We read with great interest the article by Nikpour et al, recently published in Arthritis Care & Research, concerning the frequency of flares and persistently active disease (PAD) in patients affected with systemic lupus erythematosus (SLE) (1). In recent years, the introduction of several new therapeutic agents for SLE patients required the use of specific indices for the evaluation of disease activity and response to therapy. Moreover, clinicians and researchers felt the necessity, especially in clinical trials, of establishing the conditions to define chronic disease activity and flare occurrence. In their study, Nikpour et al evaluated SLE patients who were seen in the Lupus Clinic of Toronto University and assessed at least twice per year (in 2004 or 2005) with a minimum interval of 2 months between clinic visits (1). According to the literature, flare was defined as an increase in the SLE Disease Activity Index 2000 update (SLEDAI-2K) score of ≥4 from the previous visit (2). PAD was defined as a SLEDAI-2K score of ≥4, excluding serology alone, on ≥2 consecutive visits. The authors found that of the 417 SLE patients studied in 2004, 35.3% had ≥1 flare episode, whereas 52.3% had PAD during the year. Similarly, in 2005, of the 458 SLE patients studied, 28.0% had ≥1 flare episode, whereas 46.1% showed PAD. No major differences were observed in the organ systems involvement between flares and PAD. In rank order, immunologic, cutaneous, renal, musculoskeletal, and neurologic were the most common occurring manifestations. The authors concluded that the periods of PAD were more common than flare episodes, PAD was present in nearly half of the patients, and that such incidence was maintained within the 2 years of study (1).
We would like to report our experience with SLE patients who were referred to the Lupus Clinic of the Rheumatology Unit, Sapienza University of Rome. We evaluated 116 consecutive patients during a 1-year followup from September 2008 to September 2009. Patients provided written informed consent at the time of their first visit. At each visit, the patients underwent a complete physical examination, and the clinical and laboratory data were collected in a standardized, computerized, and electronically-filled form, which included demographics, past medical history with date of diagnosis, comorbidities, and previous and concomitant treatments.

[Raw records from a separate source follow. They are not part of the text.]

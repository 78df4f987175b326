"""Steady gradually-varied water-surface profiles by the standard-step energy method.

Regimes (``SolverOptions.regime``):
- "subcritical": march upstream from the downstream boundary;
- "supercritical": march downstream from the upstream boundary (critical depth when None);
- "mixed": compute the subcritical profile, then march downstream with the supercritical
  branch from the upstream boundary (if given and supercritical) and from every section where
  the subcritical run had to assume critical depth. At each section the branch with the larger
  specific force M = beta Q^2/(gA) + A ybar governs (momentum balance across a hydraulic jump;
  Chow 1959, Open-Channel Hydraulics, ch. 15, from memory); where a supercritical run loses to
  the subcritical profile a jump is placed between the two sections.

Flags (per section, plain words):
- "boundary": the WSE was set by the boundary condition;
- "critical_fallback": no solution in the running regime (or the boundary was on the wrong side
  of critical); the WSE is critical WSE;
- "no_convergence": the energy balance was not met within ``tolerance``; the WSE falls back to
  critical WSE (and "critical_fallback" is set too);
- "not_contained": the WSE is above an end of the section; vertical walls were added;
- "jump_upstream": a hydraulic jump lies between this section and the next one upstream;
- "several_critical_depths": specific energy has more than one local minimum here (the lowest
  one is reported as critical);
- at structures (``links``): "headwater_critical", "outlet_critical",
  "headwater_above_supercritical", "supercritical_approach".

Engines (``SolverOptions.engine``): "compiled" (default) runs numba kernels on the packed level
tables of the reach (``engine_compiled``), all events and sections in one call per stage;
"numpy" is the reference implementation (``engine_numpy``), vectorised across events with one
Python step per section. Both give the same WSE within 1e-6 m and the same flags. The compiled
engine falls back to numpy when numba cannot be imported or a section has a depth law for n
(no level tables).

Internal boundaries (hydraulic structures, ``links``): a one-regime march is a sequence of
``engine.march_piece(q, wc, lengths, wse, res, status, i_from, i_to)`` calls, each solving
sections i_from +- 1 .. i_to from the WSE already set at i_from (see ``_march``). A culvert,
weir or bridge between sections k and k+1 (``links.StructureLink``) replaces the energy step
over that interval: a subcritical march goes n-1 -> k+1, sets the upstream face from the
structure's headwater for the tailwater at k+1, then goes on k -> 0; a supercritical march goes
0 -> k and starts again at k+1 from critical depth; the mixed overlay never steps across a
structure. ``links`` explains the rules, the flags they add and the per-event records
(``Profile.structures``).
"""
from __future__ import annotations

import difflib
from dataclasses import dataclass

import numpy as np

from geoflow.constants import G
from geoflow.errors import HydraulicsError
from geoflow.hydraulics.boundaries import Boundary, normal_wse  # noqa: F401  (re-exported)
from geoflow.hydraulics.engine_numpy import NumpyEngine
from geoflow.hydraulics.links import Crossings, StructureLink
from geoflow.hydraulics.profile import Profile, assemble_events
from geoflow.hydraulics.step import CRITICAL, OK

REGIMES = ("subcritical", "supercritical", "mixed")
FRICTION_RULES = ("average_conveyance", "arithmetic", "geometric", "harmonic")
ENGINES = ("compiled", "numpy")


def _choice(name, value, allowed):
    if value not in allowed:
        near = difflib.get_close_matches(str(value), allowed, n=1)
        hint = f"; did you mean {near[0]!r}?" if near else ""
        raise HydraulicsError(f"solver option {name}={value!r} is not one of {allowed}{hint}")


@dataclass(frozen=True)
class SolverOptions:
    """Solver settings. contraction/expansion defaults are the gradual-transition values
    0.1/0.3 (USACE EM 1110-2-1416, 1993, from memory). ``tolerance`` is the
    largest accepted energy-balance residual, m. ``engine``: "compiled" (numba kernels) or
    "numpy" (the reference implementation); see the module docstring."""

    g: float = G
    regime: str = "subcritical"
    friction_slope: str = "average_conveyance"
    contraction: float = 0.1
    expansion: float = 0.3
    tolerance: float = 0.001
    max_iterations: int = 60
    engine: str = "compiled"

    def __post_init__(self):
        _choice("regime", self.regime, REGIMES)
        _choice("engine", self.engine, ENGINES)
        _choice("friction_slope", self.friction_slope, FRICTION_RULES)
        for f in ("g", "tolerance"):
            if not getattr(self, f) > 0:
                raise HydraulicsError(f"solver option {f} must be > 0, got {getattr(self, f)!r}")
        for f in ("contraction", "expansion"):
            if not 0 <= getattr(self, f) <= 2:
                raise HydraulicsError(f"solver option {f} must be in [0, 2], got {getattr(self, f)!r}")
        if int(self.max_iterations) < 1:
            raise HydraulicsError("solver option max_iterations must be >= 1")


def _checked(tables, lengths, discharges):
    n = len(tables)
    if n < 1:
        raise HydraulicsError("a profile needs at least one section")
    q = np.atleast_2d(np.asarray(discharges, dtype=float))
    if q.shape[1] != n:
        raise HydraulicsError(f"discharge needs one value per section ({n}), got {q.shape[1]}")
    bad = np.argwhere(~(np.isfinite(q) & (q > 0)))
    if bad.size:
        raise HydraulicsError(f"discharge at section {tables[bad[0][1]].name!r} must be finite "
                              "and > 0; check the flows and flow changes")
    ln = np.asarray(lengths, dtype=float).reshape(-1, 3) if n > 1 else np.zeros((0, 3))
    if ln.shape != (n - 1, 3) or not np.all(np.isfinite(ln) & (ln >= 0)):
        raise HydraulicsError(f"lengths must be ({n - 1}, 3) finite values >= 0 "
                              "(left floodplain, channel, right floodplain)")
    return q, ln


def _engine(tables, opts):
    """The engine that runs this solve (module docstring): compiled when asked for, numba
    imports and every section has level tables; else the numpy reference."""
    if opts.engine == "compiled" and all(t.lookup is not None for t in tables):
        try:
            from geoflow.hydraulics.engine_compiled import CompiledEngine
        except ImportError:  # numba missing or broken: the reference engine still works
            pass
        else:
            return CompiledEngine(tables, opts)
    return NumpyEngine(tables, opts)


def _march(engine, lengths, q, wc, w0, downstream: bool, links=None):
    """One-regime march. Subcritical (downstream=False) starts at the last section with WSE
    w0 and goes upstream; supercritical starts at the first one and goes downstream.
    ``links`` {k: headwater(q, tailwater_wse) -> wse} replace the energy step between sections
    k and k+1 (module docstring): subcritical, the WSE at k is headwater(q[:, k], wse[:, k+1]);
    supercritical, section k+1 starts at its critical WSE and headwater(q[:, k], wc[:, k+1])
    is called for its record only."""
    e, n = q.shape
    wse, res, status = np.empty((e, n)), np.zeros((e, n)), np.full((e, n), OK)
    first = 0 if downstream else n - 1
    wrong = w0 > wc[:, first] if downstream else w0 < wc[:, first]
    wse[:, first] = np.where(wrong, wc[:, first], w0)
    status[:, first] = np.where(wrong, CRITICAL, OK)
    last = n - 1 if downstream else 0
    for k in sorted(links or {}, reverse=not downstream):
        if downstream:  # pieces first .. k, then the outlet starts k+1 at critical depth
            engine.march_piece(q, wc, lengths, wse, res, status, first, k)
            links[k](q[:, k], wc[:, k + 1])
            wse[:, k + 1], status[:, k + 1] = wc[:, k + 1], OK
            first = k + 1
        else:  # pieces first .. k+1, then the structure sets section k
            engine.march_piece(q, wc, lengths, wse, res, status, first, k + 1)
            wse[:, k] = links[k](q[:, k], wse[:, k + 1])
            first = k
    engine.march_piece(q, wc, lengths, wse, res, status, first, last)
    return wse, res, status


def solve_events(tables, lengths, discharges, downstream: Boundary | None = None,
                 upstream: Boundary | None = None, options: SolverOptions | None = None,
                 structures=()):
    """Solve E events at once on the same sections (vectorised across events).

    ``tables``: N SectionTable, upstream -> downstream; ``lengths`` (N-1, 3) m (left floodplain,
    channel, right floodplain); ``discharges`` (E, N) m3/s. ``downstream`` is required for the
    subcritical and mixed regimes; ``upstream`` is used by the supercritical regime (critical
    depth when None) and, in the mixed regime, starts a supercritical run at the first section
    when its WSE is below critical. Stage boundaries may give one WSE per event.
    ``structures``: ``StructureLink``s, each between its upstream face (``interval``) and the
    next section (``links`` module); their records are in each ``Profile.structures``.
    Returns a tuple of E ``Profile``."""
    opts = options or SolverOptions()
    q, ln = _checked(tables, lengths, discharges)
    e, n = q.shape
    crossings = Crossings(structures, tables)
    engine = _engine(tables, opts)
    wc, several = engine.critical(q)
    links = crossings.links(wc) if crossings else None
    boundary = np.zeros((e, n), dtype=bool)
    sup = np.zeros((e, n), dtype=bool)
    jump = np.zeros((e, n), dtype=bool)
    if opts.regime in ("subcritical", "mixed"):
        if downstream is None:
            raise HydraulicsError(f"regime {opts.regime!r} needs a downstream boundary")
        w0 = downstream.wse_at(tables[-1], q[:, -1], wc[:, -1])
        result = _march(engine, ln, q, wc, w0, False, links)
        boundary[:, -1] = True
        if opts.regime == "mixed":
            w_up = None if upstream is None else upstream.wse_at(tables[0], q[:, 0], wc[:, 0])
            blocked = crossings.blocked(n) if crossings else None
            result, sup, jump = engine.mixed(q, wc, ln, result, w_up, blocked)
            boundary[:, -1] &= ~sup[:, -1]
            boundary[:, 0] |= sup[:, 0]
    else:
        up = upstream or Boundary.critical()
        w0 = up.wse_at(tables[0], q[:, 0], wc[:, 0])
        result = _march(engine, ln, q, wc, w0, True, links)
        boundary[:, 0] = True
    props = engine.props(result[0])
    marks = crossings.flags(opts.regime, q, result[0], wc, sup, opts.g) if crossings else []
    levels = crossings.levels(result[0], marks) if crossings else None
    return assemble_events(props, q, wc, result, boundary, jump, several, opts.g, marks, levels)


def solve_profile(tables, lengths, discharge, downstream: Boundary | None = None,
                  upstream: Boundary | None = None, options: SolverOptions | None = None,
                  structures=()) -> Profile:
    """Solve one steady profile; ``discharge`` is (N,) m3/s. See ``solve_events``."""
    q = np.asarray(discharge, dtype=float).reshape(1, -1)
    return solve_events(tables, lengths, q, downstream, upstream, options, structures)[0]


__all__ = ["Boundary", "SolverOptions", "Profile", "StructureLink", "solve_profile", "solve_events",
           "REGIMES", "FRICTION_RULES", "ENGINES"]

A blood sample for evaluation of serum complement C3 and C4 levels and determination of antinuclear and anti–double-stranded DNA antibody titers (assessed with indirect immunofluorescence according to standard methods) was also obtained. A urine protein analysis was performed in patients with renal involvement. Disease activity was assessed using the SLEDAI-2K and the European Consensus Lupus Activity Measure scores, while chronic damage was measured by the Systemic Lupus International Collaborating Clinics/American College of Rheumatology Damage Index score (2–4). All the patients were seen at least twice per year, even if most of the patients were evaluated 4 times per year (every 3 months). Selected patients could be seen more often, with a minimum interval of 2 months between visits.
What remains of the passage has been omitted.